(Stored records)
━━━━━━━━━━━━━━━━

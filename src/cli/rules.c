/* SPDX-License-Identifier: MIT */
/*
 * rules.c - `syrinx rules`: check a ruleset and show every problem at once.
 *
 * Loads the folder with the library (which never prints), then prints each
 * diagnostic as file:line:column: severity: message, the source line, and a
 * caret under the exact spot. A ruleset with errors is never loaded; the exit
 * status says so.
 */
#include <getopt.h>
#include <stdio.h>
#include <string.h>

#include "cli/cli.h"
#include "core/alloc.h"
#include "rules/ruleset.h"

static const char rules_usage[] =
	"usage: syrinx rules [options] [DIR]\n"
	"\n"
	"Checks a ruleset folder (the shipped rulesets/default when no DIR is\n"
	"given): reads its *.rules files in name order, what they include and the\n"
	"base ruleset they build on, and reports every error and warning in one\n"
	"pass, each as file:line:column with the source line and a caret under the\n"
	"exact spot. A ruleset with an error is never loaded.\n"
	"\n"
	"options:\n"
	"  --list        after a clean check, list the rules in evaluation order\n"
	"                with the pass each runs in (before or after the model)\n"
	"  --strict      warnings count as errors\n"
	"  -q, --quiet   print nothing but the diagnostics\n"
	"  -h, --help    this text\n"
	"\n"
	"exit status: 0 the ruleset loads; 1 it has errors (or, with --strict,\n"
	"warnings); 2 wrong command line; 4 internal error.\n"
	"\n"
	"The rule language is described in docs/rules.md.\n";

static void list_rules(const sx_ruleset *rs)
{
	const char *name, *ref;
	sx_rule_pass pass;
	for (size_t i = 0; sx_ruleset_rule_at(rs, i, &name, &pass, &ref); i++)
		printf("  %-6s %-32s %s\n", pass == SX_PASS_AFTER_MODEL ? "after" : "before", name,
		       ref);
}

int sx_cmd_rules(int argc, char **argv)
{
	static const struct option longopts[] = {
		{"list", no_argument, NULL, 'l'},  {"strict", no_argument, NULL, 's'},
		{"quiet", no_argument, NULL, 'q'}, {"help", no_argument, NULL, 'h'},
		{NULL, 0, NULL, 0},
	};
	int c, list = 0, strict = 0, quiet = 0, status;
	char *found = NULL;
	const char *dir;
	sx_diag_list diags;
	sx_ruleset *rs = NULL;
	sx_status st;

	optind = 1;
	while ((c = getopt_long(argc, argv, "qh", longopts, NULL)) != -1) {
		switch (c) {
		case 'l':
			list = 1;
			break;
		case 's':
			strict = 1;
			break;
		case 'q':
			quiet = 1;
			break;
		case 'h':
			fputs(rules_usage, stdout);
			return SX_EXIT_OK;
		default:
			fputs("syrinx rules: see 'syrinx rules --help'\n", stderr);
			return SX_EXIT_USAGE;
		}
	}
	if (argc - optind > 1) {
		fputs("syrinx rules: give one ruleset folder\n", stderr);
		return SX_EXIT_USAGE;
	}
	if (optind < argc) {
		dir = argv[optind];
	} else {
		found = sx_cli_find_data("rulesets/default");
		if (!found) {
			fputs("syrinx rules: the shipped ruleset rulesets/default was not found "
			      "(set SYRINX_DATADIR or give a folder)\n",
			      stderr);
			return SX_EXIT_INPUT;
		}
		dir = found;
	}

	sx_diag_list_init(&diags);
	st = sx_ruleset_load(dir, &rs, &diags);
	for (size_t i = 0; i < diags.count; i++)
		sx_cli_print_diag_source(stderr, &diags.items[i]);
	if (diags.dropped)
		fprintf(stderr, "syrinx rules: note: %zu further diagnostics were not kept\n",
			diags.dropped);

	if (st == SX_ENOMEM) {
		fprintf(stderr, "syrinx rules: out of memory\n");
		status = SX_EXIT_SOFTWARE;
	} else if (st != SX_OK) {
		fprintf(stderr, "%s: %zu error%s, %zu warning%s; nothing was loaded\n", dir,
			diags.errors, diags.errors == 1 ? "" : "s", diags.warnings,
			diags.warnings == 1 ? "" : "s");
		status = SX_EXIT_INPUT;
	} else {
		sx_ruleset_stats s;
		sx_ruleset_stats_get(rs, &s);
		if (!quiet) {
			printf("%s: version \"%s\": %zu rule%s (%zu before the model, %zu after), "
			       "%zu classify pattern%s, %zu limit%s, %zu reason code%s, %zu setting%s; "
			       "%zu warning%s\n",
			       dir, sx_ruleset_version(rs), s.rules, s.rules == 1 ? "" : "s",
			       s.rules_before_model, s.rules_after_model, s.patterns,
			       s.patterns == 1 ? "" : "s", s.limits, s.limits == 1 ? "" : "s",
			       s.reasons, s.reasons == 1 ? "" : "s", s.settings,
			       s.settings == 1 ? "" : "s", diags.warnings,
			       diags.warnings == 1 ? "" : "s");
			if (list)
				list_rules(rs);
		}
		status = SX_EXIT_OK;
		if (strict && diags.warnings) {
			fprintf(stderr, "%s: %zu warning%s, which --strict counts as errors\n", dir,
				diags.warnings, diags.warnings == 1 ? "" : "s");
			status = SX_EXIT_INPUT;
		}
	}
	sx_ruleset_free(rs);
	sx_diag_list_clear(&diags);
	sx_free(found);
	if (fflush(stdout) != 0)
		return SX_EXIT_SOFTWARE;
	return status;
}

━━━━━━━━━━━━━━━━

» Task to complete
Working through the records, copy each line in which the word "exact" appears.

» The completed task
 * caret under the exact spot. A ruleset with errors is never loaded; the exit
	"exact spot. A ruleset with an error is never loaded.\n"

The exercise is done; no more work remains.